本発明は、機能性ユニットの製造方法、機能性母基板および機能性ユニットに関する。
チップ領域の縁を通る切断線に沿ってセラミックスシートを切断し、複数のアクチュエーターユニットを得る切断工程を有する記録ヘッドの製造方法が知られている(特許文献1,2参照)。
特開2003‐341076号公報 特開2004‐96071号公報
一つのセラミックス焼成体から複数個の機能性ユニットを切り出す際に、切り出しの精度や効率が悪いと、製品の製造コストの抑制や歩留まり向上を図ることができない。
本発明は少なくとも上述の課題を解決するためになされたものであり、複数の機能性ユニットを精密かつ効率的に製造することが可能な機能性ユニットの製造方法や機能性母基板、さらには、そのように製造される機能性ユニットを提供する。
本発明の態様の一つは、機能性ユニットの製造方法は、複数の機能性溝と、前記機能性溝に挟まれる位置に配設されて前記機能性溝を有する部分よりも脆弱である被分割部と、を備えたセラミックス前駆体を有する基板前駆体を形成する前駆体形成工程と、前記基板前駆体を焼成して機能性母基板を形成する焼成工程と、前記被分割部において前記機能性母基板を分割して複数の機能性ユニットとする分割工程と、を含む。

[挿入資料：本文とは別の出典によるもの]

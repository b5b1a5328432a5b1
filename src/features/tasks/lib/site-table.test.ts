import { describe, expect, it } from 'vitest';
import { addedWords, canDeleteTask, countWords, dateRangeError, whereWords, whoForWords, withFilter, withoutFilters } from './site-table';

describe('whoForWords', () => {
  it('names the holder for a plot’s task, the volunteers while the holder is away', () => {
    expect(whoForWords({ plotId: 3, forVolunteers: false }, 'in_ground')).toBe('Plot holder');
    expect(whoForWords({ plotId: 3, forVolunteers: true }, 'in_ground')).toBe('Volunteers, while the holder is away');
  });
  it('names the coordinators for the whole site and shared beds', () => {
    expect(whoForWords({ plotId: null, forVolunteers: false })).toBe('Coordinators');
    expect(whoForWords({ plotId: 9, forVolunteers: false }, 'shared_bed')).toBe('Coordinators');
  });
  it('calls a task on no plot the whole site', () => {
    expect(whereWords({ plotLabel: null })).toBe('Whole site');
    expect(whereWords({ plotLabel: 'A-1' })).toBe('A-1');
  });
});

describe('what the table allows and says', () => {
  it('deletes only the tasks a coordinator added', () => {
    expect(canDeleteTask({ origin: 'coordinator' })).toBe(true);
    expect(canDeleteTask({ origin: 'generated' })).toBe(false);
  });
  it('counts in words', () => {
    expect(addedWords(1)).toBe('Added 1 task.');
    expect(addedWords(12)).toBe('Added 12 tasks.');
    expect(countWords(1, false)).toBe('1 task');
    expect(countWords(0, true)).toBe('0 tasks (filtered)');
  });
  it('refuses dates the wrong way round, as the server does', () => {
    expect(dateRangeError({ from: '2026-06-10', to: '2026-06-01' })).toBe('Must be on or after the first date');
    expect(dateRangeError({ from: '2026-06-01', to: '2026-06-01' })).toBeNull();
    expect(dateRangeError({ from: '2026-06-10' })).toBeNull();
  });
});

describe('withFilter', () => {
  it('sets one filter and keeps the others in the API’s order', () => {
    const next = withFilter(new URLSearchParams('status=open&kind=weed'), 'from', '2026-06-01');
    expect(next.toString()).toBe('from=2026-06-01&kind=weed&status=open');
  });
  it('removes a filter set to nothing, and keeps params that are not filters', () => {
    const next = withFilter(new URLSearchParams('kind=water&plotId=4&tab=x'), 'kind', '');
    expect(next.toString()).toBe('plotId=4&tab=x');
  });
  it('clears every filter', () => {
    expect(withoutFilters(new URLSearchParams('kind=water&to=2026-07-01&tab=x')).toString()).toBe('tab=x');
  });
});
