import { describe, expect, it } from 'vitest';
import type { PlotTasks, TaskView } from '@shared/schemas/tasks';
import { handedOverOn, nothingToDo, openThisWeek, taskGroups } from './groups';

let nextId = 1;
function task(over: Partial<TaskView>): TaskView {
  return {
    id: nextId++,
    siteId: 1,
    plotId: 10,
    plotLabel: 'A-1',
    plantingId: 5,
    cropName: 'Lettuce',
    kind: 'water',
    origin: 'generated',
    title: 'Water the lettuce',
    details: 'Need 20 mm, rain 8 mm, deficit 12 mm.',
    source: 'FAO-56',
    caution: null,
    dueOn: '2026-06-10',
    windowFrom: '2026-06-09',
    windowTo: '2026-06-14',
    amountMm: 12,
    amountL: 36,
    status: 'open',
    forVolunteers: false,
    doneOn: null,
    version: 1,
    ...over,
  };
}

const empty: Pick<PlotTasks, 'overdue' | 'thisWeek' | 'nextWeek' | 'later' | 'recentlyDone'> = {
  overdue: [],
  thisWeek: [],
  nextWeek: [],
  later: [],
  recentlyDone: [],
};

describe('taskGroups', () => {
  it('keeps the panel order, leaves out empty groups and folds Later', () => {
    const groups = taskGroups({
      ...empty,
      later: [task({ dueOn: '2026-07-01' })],
      overdue: [task({ dueOn: '2026-06-01' })],
      recentlyDone: [task({ status: 'done', doneOn: '2026-06-08' })],
    });
    expect(groups.map((g) => g.title)).toEqual(['Overdue', 'Later', 'Recently done']);
    expect(groups.map((g) => g.collapsed)).toEqual([false, true, false]);
  });

  it('sorts open tasks soonest first, then by kind within a day', () => {
    const weed = task({ kind: 'weed', title: 'Hoe between rows', dueOn: '2026-06-11' });
    const water = task({ kind: 'water', dueOn: '2026-06-11' });
    const early = task({ kind: 'harvest', dueOn: '2026-06-09' });
    const [week] = taskGroups({ ...empty, thisWeek: [weed, water, early] });
    expect(week.tasks.map((t) => t.id)).toEqual([early.id, water.id, weed.id]);
  });

  it('lists recently done newest first', () => {
    const older = task({ status: 'done', doneOn: '2026-06-02' });
    const newer = task({ status: 'done', doneOn: '2026-06-07' });
    const skipped = task({ status: 'skipped', doneOn: null, dueOn: '2026-06-05' });
    const [done] = taskGroups({ ...empty, recentlyDone: [older, skipped, newer] });
    expect(done.tasks.map((t) => t.id)).toEqual([newer.id, skipped.id, older.id]);
  });

  it('does not reorder the answer it was given', () => {
    const list = [task({ dueOn: '2026-06-12' }), task({ dueOn: '2026-06-10' })];
    const ids = list.map((t) => t.id);
    taskGroups({ ...empty, thisWeek: list });
    expect(list.map((t) => t.id)).toEqual(ids);
  });
});

describe('openThisWeek and nothingToDo', () => {
  it('counts only open tasks overdue or due this week', () => {
    const data = {
      ...empty,
      overdue: [task({}), task({ status: 'skipped' })],
      thisWeek: [task({}), task({ status: 'done', doneOn: '2026-06-09' }), task({})],
      nextWeek: [task({})],
    };
    // computed: 1 open overdue + 2 open this week = 3 (next week not counted)
    expect(openThisWeek(data)).toBe(3);
    expect(nothingToDo(data)).toBe(false);
  });
  it('is clear when every listed task is finished', () => {
    expect(nothingToDo({ ...empty, later: [task({ status: 'skipped' })] })).toBe(true);
    expect(openThisWeek(empty)).toBe(0);
  });
});

describe('handedOverOn', () => {
  const handovers = [{ id: 1, fromOn: '2026-06-10', toOn: '2026-06-20', kinds: ['water' as const], note: '' }];
  it('includes both ends of the period', () => {
    expect(handedOverOn('2026-06-10', handovers)).toBe(true);
    expect(handedOverOn('2026-06-20', handovers)).toBe(true);
    expect(handedOverOn('2026-06-21', handovers)).toBe(false);
    expect(handedOverOn('2026-06-09', handovers)).toBe(false);
  });
});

当該構成によれば、基板前駆体は、機能性溝に挟まれる位置に、機能性溝を有する部分よりも脆弱である被分割部を有する。そして、基板前駆体を焼成して機能性母基板を形成した後、被分割部において機能性母基板を分割することで、それぞれに機能性溝を有する複数の機能性ユニットが得られる。このため、各機能性ユニットを機能性母基板から効率的かつ精度良く切り出すことができ、製品の製造コストの抑制や歩留まり向上に繋がる。

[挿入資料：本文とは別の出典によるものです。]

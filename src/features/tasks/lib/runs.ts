import type { TaskRun } from '@shared/schemas/tasks';

/** Whether the run is still going, so the page keeps asking how far it got. */
export function runIsActive(run: Pick<TaskRun, 'status'>): boolean {
  return run.status === 'queued' || run.status === 'running';
}

/**
 * "312 of 480 plantings" ("1 of 1 planting"); "Waiting to start" before the run knows its total; "No plantings to
 * read" for a finished run on a site with none.
 */
export function runProgressText(run: Pick<TaskRun, 'status' | 'done' | 'total'>): string {
  if (run.status === 'queued' && run.total === 0) return 'Waiting to start';
  if (run.status === 'done' && run.total === 0) return 'No plantings to read';
  return `${run.done} of ${run.total} ${run.total === 1 ? 'planting' : 'plantings'}`;
}

/** The share done, 0 to 100, whole; 100 for a finished run with nothing to read. */
export function runPercent(run: Pick<TaskRun, 'status' | 'done' | 'total'>): number {
  if (run.total <= 0) return run.status === 'done' ? 100 : 0;
  return Math.min(100, Math.max(0, Math.floor((run.done / run.total) * 100)));
}

/**
 * What a finished run changed, from its counts: "Done: 20 tasks added, 5 moved, 2 removed" ("1 task added");
 * "Done: nothing needed changing" when every count is 0.
 */
export function runSummary(run: Pick<TaskRun, 'created' | 'updated' | 'removed'>): string {
  if (run.created === 0 && run.updated === 0 && run.removed === 0) return 'Done: nothing needed changing';
  return `Done: ${run.created} ${run.created === 1 ? 'task' : 'tasks'} added, ${run.updated} moved, ${run.removed} removed`;
}
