import type { TaskView } from '@shared/schemas/tasks';
import { filterParams, type SiteTaskFilters } from './filters';

// Words and small rules of the coordinators' tasks table.

/**
 * Who a task is for: the plot's holder; the volunteers while the holder is away; the coordinators for a task on the
 * whole site or on a shared bed (nobody holds those; only coordinators and volunteers handed a task may mark them).
 */
export function whoForWords(task: Pick<TaskView, 'plotId' | 'forVolunteers'>, plotKind?: string): string {
  if (task.forVolunteers) return 'Volunteers, while the holder is away';
  if (task.plotId === null || plotKind === 'shared_bed') return 'Coordinators';
  return 'Plot holder';
}

/** Where a task is: "A-1", or "Whole site" for a task on no plot. */
export function whereWords(task: Pick<TaskView, 'plotLabel'>): string {
  return task.plotLabel ?? 'Whole site';
}

/** Only tasks a coordinator added can be deleted; generated ones follow their planting. */
export function canDeleteTask(task: Pick<TaskView, 'origin'>): boolean {
  return task.origin === 'coordinator';
}

/** "Added 1 task." / "Added 12 tasks." after the add dialog. */
export function addedWords(created: number): string {
  return `Added ${created} ${created === 1 ? 'task' : 'tasks'}.`;
}

/**
 * The page's search params with one filter set (or removed when `value` is empty); other filters and any other
 * params stay. Filter names are kept in the fixed order the API reads them in.
 */
export function withFilter(params: URLSearchParams, name: (typeof filterParams)[number], value: string): URLSearchParams {
  const next = new URLSearchParams();
  for (const n of filterParams) {
    const v = n === name ? value : params.get(n);
    if (v) next.set(n, v);
  }
  for (const [key, v] of params) if (!(filterParams as readonly string[]).includes(key)) next.append(key, v);
  return next;
}

/** The page's search params with every filter removed. */
export function withoutFilters(params: URLSearchParams): URLSearchParams {
  const next = new URLSearchParams();
  for (const [key, v] of params) if (!(filterParams as readonly string[]).includes(key)) next.append(key, v);
  return next;
}

/** The message for dates the wrong way round (the server's words), or null. */
export function dateRangeError(filters: Pick<SiteTaskFilters, 'from' | 'to'>): string | null {
  return filters.from && filters.to && filters.from > filters.to ? 'Must be on or after the first date' : null;
}

/** "12 tasks" / "1 task", and " (filtered)" when a filter is set. */
export function countWords(n: number, filtered: boolean): string {
  return `${n} ${n === 1 ? 'task' : 'tasks'}${filtered ? ' (filtered)' : ''}`;
}
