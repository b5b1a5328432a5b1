import { taskKinds } from '@shared/schemas/labels';
import type { TaskKind, TaskView } from '@shared/schemas/tasks';

type TaskStatus = TaskView['status'];

/** Each kind of task in one or two words; shown beside its icon so the icon is never the only signal. */
export const kindWords: Record<TaskKind, string> = {
  water: 'Watering',
  weed: 'Weeding',
  thin: 'Thinning',
  side_dress: 'Feeding',
  mulch: 'Mulching',
  scout: 'Pest check',
  harvest: 'Harvest',
  other: 'Other',
};

/** Where a task stands, in words. */
export const statusWords: Record<TaskStatus, string> = {
  open: 'To do',
  done: 'Done',
  skipped: 'Not needed',
};

/** The kinds in the order forms and filters list them. */
export const kindOrder: readonly TaskKind[] = taskKinds;
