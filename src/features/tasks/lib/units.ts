import { roundTo, type UnitSystem } from '@shared/geometry';

// Water is stored in millimetres of depth and litres of volume; US sites read inches and US gallons.
// Exact definitions from NIST Handbook 44, Appendix C (General Tables of Units of Measurement):
// 1 inch = 2.54 cm = 25.4 mm exactly, and 1 US gallon = 231 cubic inches = 3.785411784 litres exactly.

/** Millimetres in one inch (exact, NIST Handbook 44, Appendix C). */
export const MM_PER_INCH = 25.4;
/** Litres in one US liquid gallon (exact: 231 in³ × 16.387064 cm³, NIST Handbook 44, Appendix C). */
export const LITRES_PER_US_GALLON = 3.785411784;

/** Depth of water: millimetres to inches. */
export function mmToInches(mm: number): number {
  return mm / MM_PER_INCH;
}

/** Volume of water: litres to US gallons. */
export function litresToUsGallons(litres: number): number {
  return litres / LITRES_PER_US_GALLON;
}

/** A depth in the number a person on the site reads: mm on metric sites, inches on US sites. */
export function depthIn(mm: number, units: UnitSystem): number {
  return units === 'us' ? mmToInches(mm) : mm;
}

/** A volume in the number a person on the site reads: litres on metric sites, US gallons on US sites. */
export function volumeIn(litres: number, units: UnitSystem): number {
  return units === 'us' ? litresToUsGallons(litres) : litres;
}

/** "mm" or "in". */
export function depthUnit(units: UnitSystem): string {
  return units === 'us' ? 'in' : 'mm';
}

/** "litres" or "US gallons", for column headings. */
export function volumeUnitWords(units: UnitSystem): string {
  return units === 'us' ? 'US gallons' : 'litres';
}

/** The depth as a bare number, rounded as a watering can is read: whole mm from 10 mm, else one place; inches to two places. */
export function depthNumber(mm: number, units: UnitSystem): string {
  if (units === 'us') return String(roundTo(mmToInches(mm), 2));
  return String(roundTo(mm, Math.abs(mm) >= 10 ? 0 : 1));
}

/** The volume as a bare number: whole units from 10, else one place. */
export function volumeNumber(litres: number, units: UnitSystem): string {
  const v = volumeIn(litres, units);
  return String(roundTo(v, Math.abs(v) >= 10 ? 0 : 1));
}

/** "12 mm" or "0.47 in". */
export function formatDepth(mm: number, units: UnitSystem): string {
  return `${depthNumber(mm, units)} ${depthUnit(units)}`;
}

/** "45 litres" or "11.9 US gallons" ("1 litre", "1 US gallon"). */
export function formatVolume(litres: number, units: UnitSystem): string {
  const n = volumeNumber(litres, units);
  const one = n === '1';
  if (units === 'us') return `${n} ${one ? 'US gallon' : 'US gallons'}`;
  return `${n} ${one ? 'litre' : 'litres'}`;
}

/** A water task's amount as one line: "12 mm, 45 litres"; either part alone when only one is known; null when neither. */
export function formatWaterAmount(amountMm: number | null, amountL: number | null, units: UnitSystem): string | null {
  const parts = [amountMm === null ? null : formatDepth(amountMm, units), amountL === null ? null : formatVolume(amountL, units)].filter(
    (p): p is string => p !== null,
  );
  return parts.length ? parts.join(', ') : null;
}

本発明の態様の一つは、前記焼成工程の前後における前記被分割部の変形割合は、前記焼成工程の前後における前記機能性溝を有する部分の変形割合よりも大きい。
被分割部は、基板前駆体の他の部分と比較して脆弱である分、基板前駆体の焼成時に発生する素材の収縮の影響を受けて変形しやすい。言い換えると、被分割部が基板前駆体の焼成時に他の部分よりも大きく変形し易いことで、他の部分(機能性溝を有する部分)が大きく変形することが抑制され、寸法ずれや反りの少ない優れた製品(機能性ユニット)が得られる。
本発明の態様の一つは、前記被分割部は、前記機能性溝よりも底が薄い構成としてもよい。あるいは、前記被分割部は、一定あるいは不定の間隔で並ぶ貫通孔を有する構成としてもよい。
このように、被分割部が、機能性溝よりも底が薄い構成や一定あるいは不定の間隔で並ぶ貫通孔を有する構成を採用することで、上記脆弱である状態が具体的に実現され、分割工程における機能性母基板の容易かつ正確な分割が実現される。
本発明にかかる技術的思想は機能性ユニットの製造方法という形態のみで実現されるものではない。例えば、当該製造方法の過程で存在する物(例えば、被分割部を含む基板)を一つの発明と捉えることも可能である。
一例として、複数の機能性溝を備えた機能性ユニットがチップ領域毎に区分けした状態で複数設けられたセラミックス焼成物を有して構成された機能性母基板において、所定のチップ領域に設けられた機能性ユニットと、前記所定のチップ領域の隣のチップ領域に設けられた機能性ユニットと、の間には、前記機能性溝が備えられた部分よりも脆弱である被分割部が備えられている構成を把握することができる。
また、当該製造方法によって製造された機能性ユニットとして、複数の機能性溝を備え、セラミックス焼成物を有して構成された機能性ユニットにおいて、前記機能性ユニットの端面の少なくとも一部には、該端面から外方に向けて突出する突起が設けられている構成を把握することができる。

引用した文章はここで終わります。